CAP Theorem
The CAP theorem, proposed by Eric Brewer in 2000, states that a distributed data system can only guarantee two out of three properties simultaneously:
The Three Properties
Consistency (C): Every read receives the most recent write or an error. All nodes see the same data at the same time.
Availability (A): Every request receives a non-error response, without guaranteeing it contains the most recent write. The system remains operational even if some nodes fail.

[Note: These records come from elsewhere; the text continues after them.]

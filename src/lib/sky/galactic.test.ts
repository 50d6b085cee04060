import { describe, expect, it } from 'vitest';
import fixture from '../../../fixtures/sky/frames.json';
import { fromGalactic, toGalactic } from './galactic';
import { angleBetweenDeg, toVector } from './vector';

const MAS_DEG = 1 / 3_600_000;

describe('galactic coordinates', () => {
	it.each(fixture.points)('are ERFA’s at $ra $dec, there and back', (row) => {
		const icrs = toVector({ raDeg: row.ra, decDeg: row.dec });
		const galactic = toVector({ raDeg: row.erfa_icrs2g_l, decDeg: row.erfa_icrs2g_b });
		expect(angleBetweenDeg(toGalactic(icrs), galactic)).toBeLessThan(0.1 * MAS_DEG);
		expect(angleBetweenDeg(fromGalactic(galactic), icrs)).toBeLessThan(0.1 * MAS_DEG);
	});

	it('differ from astropy’s, which goes by way of FK5, by 40 mas at most', () => {
		for (const row of fixture.points) {
			const icrs = toVector({ raDeg: row.ra, decDeg: row.dec });
			const astropy = toVector({ raDeg: row.gal_l, decDeg: row.gal_b });
			expect(angleBetweenDeg(toGalactic(icrs), astropy)).toBeLessThan(40 * MAS_DEG);
		}
	});
});
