START_TEST(the_verdict_is_the_exit_status)
{
    char text[256];
    scratch_write("p.yaml", "phantom: p\nmaterials: [{name: water, compound: \"Water, Liquid\"}]\n"
                            "solids: [{name: body, shape: cylinder, material: water, radius: 50, length: 20}]\n");
    scratch_write("scanner.yaml", "scanner: s\ngeometry: parallel\nchannels: 160\npitch: 0.8\nviews: 240\narc: 180\n"
                                  "photons: 1e6\n");
    scratch_write("j.yaml", "job: j\nphantom: p.yaml\nscanner: scanner.yaml\nspecification: s.yaml\n"
                            "reconstructions: [{name: a, pixels: 128}]\n");
    snprintf(text, sizeof text, "specification: s\nchecks: [{%s}]\n", judged[_i].check);
    scratch_write("s.yaml", text);
    ck_assert_int_eq(run("evaluate j.yaml --check -o done"), 0);
    ck_assert_int_ne(access("done", F_OK), 0); /* --check does nothing */
    ck_assert_int_eq(run("evaluate j.yaml -o done"), judged[_i].status);
    ck_assert_str_eq(err, "");
    assert_narrow(out);
    snprintf(text, sizeof text, "verdict: %s\n", judged[_i].verdict);
    ck_assert_ptr_eq(strstr(out, text), out);
    ck_assert_int_eq(access("done/report.html", F_OK), 0);
    ck_assert_int_eq(run("measure done/a.fits --phantom p.yaml --spec s.yaml"), judged[_i].status);
}
END_TEST

Suite *suite_commands(void);
Suite *suite_commands(void)
{
    SUITE_BEGIN("commands", 120);
    tcase_add_checked_fixture(tcase, setup, teardown);
    tcase_add_test(tcase, help_of_the_program);
    tcase_add_test(tcase, help_of_every_command);
    tcase_add_loop_test(tcase, a_wrong_command_line_ends_with_2, 0, sizeof misuse / sizeof *misuse);
    tcase_add_test(tcase, a_wrong_input_ends_with_3);
    tcase_add_test(tcase, messages_are_plain_lines_and_counted);
    tcase_add_test(tcase, what_cannot_be_printed_ends_with_4);
    tcase_add_test(tcase, a_scan_is_simulated_and_nothing_foreign_is_replaced);
    tcase_add_test(tcase, show_tells_what_a_description_holds);
    tcase_add_test(tcase, show_prints_examples);
    tcase_add_test(tcase, show_knows_other_files_and_refuses_the_rest);
    tcase_add_test(tcase, a_scan_becomes_an_image_and_a_picture);
    tcase_add_loop_test(tcase, swapped_files_are_told_in_one_line, 0, sizeof swapped / sizeof *swapped);
    tcase_add_loop_test(tcase, the_verdict_is_the_exit_status, 0, sizeof judged / sizeof *judged);
    tcase_add_test(tcase, an_interrupt_cleans_up_and_ends_as_interrupts_do);
    return suite;
}
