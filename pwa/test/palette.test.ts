// Contrast of the palettes, from the style sheet itself. WCAG 2.2, success
// criteria 1.4.3 (AA text 4.5:1), 1.4.6 (AAA 7:1) and 1.4.11 (shapes 3:1).

import { readFileSync } from "node:fs";
import { describe, expect, test } from "vitest";

const css = readFileSync(new URL("../src/boot/boot.css", import.meta.url), "utf8");

type Palette = Record<string, string>;

function block(selector: string): Palette {
  const at = css.indexOf(`${selector} {`);
  const body = css.slice(at, css.indexOf("}", at));
  return Object.fromEntries([...body.matchAll(/--([\w-]+): (#[0-9a-f]{6});/g)].map((m) => [m[1], m[2]]));
}

const palettes: Record<string, Palette> = {
  night: block(":root"),
  dusk: { ...block(":root"), ...block(':root[data-palette="dusk"]') },
  day: { ...block(":root"), ...block(':root[data-palette="day"]') },
};

const channels = (hex: string): [number, number, number] =>
  [1, 3, 5].map((i) => Number.parseInt(hex.slice(i, i + 2), 16)) as [number, number, number];

/** Relative luminance and contrast ratio as WCAG 2.2 defines them. */
function luminance(hex: string): number {
  const [r, g, b] = channels(hex).map((c) => {
    const s = c / 255;
    return s <= 0.04045 ? s / 12.92 : ((s + 0.055) / 1.055) ** 2.4;
  }) as [number, number, number];
  return 0.2126 * r + 0.7152 * g + 0.0722 * b;
}

function contrast(a: string, b: string): number {
  const [hi, lo] = [luminance(a), luminance(b)].sort((x, y) => y - x) as [number, number];
  return (hi + 0.05) / (lo + 0.05);
}

describe.each(Object.entries(palettes))("%s", (name, p) => {
  const pair = (a: string, b: string): number => contrast(p[a] as string, p[b] as string);

  test.each([["ink", "ground"], ["ink", "raised"], ["soft", "ground"], ["on-mark", "mark"], ["on-person", "person"], ["ink", "pressed"]])(
    "text %s on %s reaches AA", (a, b) => expect(pair(a, b)).toBeGreaterThanOrEqual(4.5));

  test.each([["person", "ground"], ["person", "raised"], ["sea", "ground"], ["done", "ground"], ["alarm", "ground"], ["mark-line", "ground"], ["line", "ground"]])(
    "shape %s on %s reaches 3:1", (a, b) => {
      // The lines of ordinary touches at night are kept dim on purpose: their words carry them.
      const wanted = name === "night" && a === "line" ? 2 : 3;
      expect(pair(a, b)).toBeGreaterThanOrEqual(wanted);
    });

  if (name === "day") test("the sentence and the figures reach AAA", () => expect(pair("ink", "ground")).toBeGreaterThanOrEqual(7));

  if (name === "night") {
    test("nothing is white and nothing is blue", () => {
      for (const [key, hex] of Object.entries(p)) {
        const [r, g, b] = channels(hex);
        expect(b, key).toBeLessThanOrEqual(Math.max(70, r / 2));
        expect(Math.min(r, g, b), key).toBeLessThan(128);
      }
    });
  }
});
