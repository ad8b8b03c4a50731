import { readdirSync, readFileSync, statSync } from "node:fs";
import { join } from "node:path";
import { describe, expect, test } from "vitest";
import { en } from "../src/text/en";

const src = new URL("../src", import.meta.url).pathname;
const go = (path: string) => readFileSync(new URL(`../../${path}`, import.meta.url), "utf8");

function files(folder: string): string[] {
  return readdirSync(folder).flatMap((f) => {
    const p = join(folder, f);
    return statSync(p).isDirectory() ? files(p) : [p];
  });
}

const sources = files(src).filter((f) => /\.tsx?$/.test(f) && !f.includes(".test.") && !f.includes("/text/"));
const all = sources.map((f) => readFileSync(f, "utf8")).join("\n");

describe("the catalogue", () => {
  const words = Object.entries(en);

  test("has words for every instruction of the engine", () => {
    const codes = [...go("search/advice/do.go").matchAll(/\bCode\s+= "(\w+)"/g)].map((m) => m[1]);
    expect(codes.length).toBeGreaterThan(5);
    for (const c of codes) expect(Object.keys(en), c).toContain(`do.${c}`);
  });

  test("has words for every caution of the engine", () => {
    const codes = [...go("search/advice/do.go").matchAll(/Caution\w+\s+= "(\w+)"/g)].map((m) => m[1]);
    expect(codes.length).toBeGreaterThan(10);
    for (const c of codes) expect(Object.keys(en), c).toContain(`caution.${c}`);
  });

  test("has words for every kind of event", () => {
    const kinds = [...go("search/incident/event.go").matchAll(/Kind\w+\s+Kind = "(\w+)"/g)].map((m) => m[1]);
    expect(kinds.length).toBeGreaterThan(20);
    for (const k of kinds) expect(Object.keys(en), k).toContain(`kind.${k}`);
  });

  test("holds no exclamation mark and no empty words", () => {
    for (const [key, text] of words) expect(text, key).toMatch(/^[^!]+$/);
  });

  test("holds no words that nobody shows", () => {
    // Keys built from parts (`do.${code}`) are reached by their prefix.
    const built = new Set([...all.matchAll(/`([a-z_.]+)\.\$\{/g)].map((m) => m[1]));
    const unused = words
      .map(([key]) => key)
      .filter((key) => !all.includes(`"${key}"`) && ![...built].some((p) => key.startsWith(`${p}.`)));
    expect(unused).toEqual([]);
  });
});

Partition Tolerance (P): The system continues to operate despite network partitions (communication breaks between nodes). This is essential for any distributed system.
Why Only Two?
In reality, partition tolerance is non-negotiable for distributed systems since network failures are inevitable. So the practical choice becomes between CP (Consistency + Partition Tolerance) or AP (Availability + Partition Tolerance).
Real-World Examples
CP Systems (Consistency + Partition Tolerance)
Example: Banking systems, MongoDB (with default settings), HBase
Imagine a banking app where your account balance is $1000. You withdraw $500 from an ATM. If the system is CP:
- The system ensures all nodes reflect the new balance ($500) before confirming the transaction
- If a network partition occurs, the system may reject requests rather than show inconsistent data
- You might get an error message, but you'll never see an incorrect balance
AP Systems (Availability + Partition Tolerance)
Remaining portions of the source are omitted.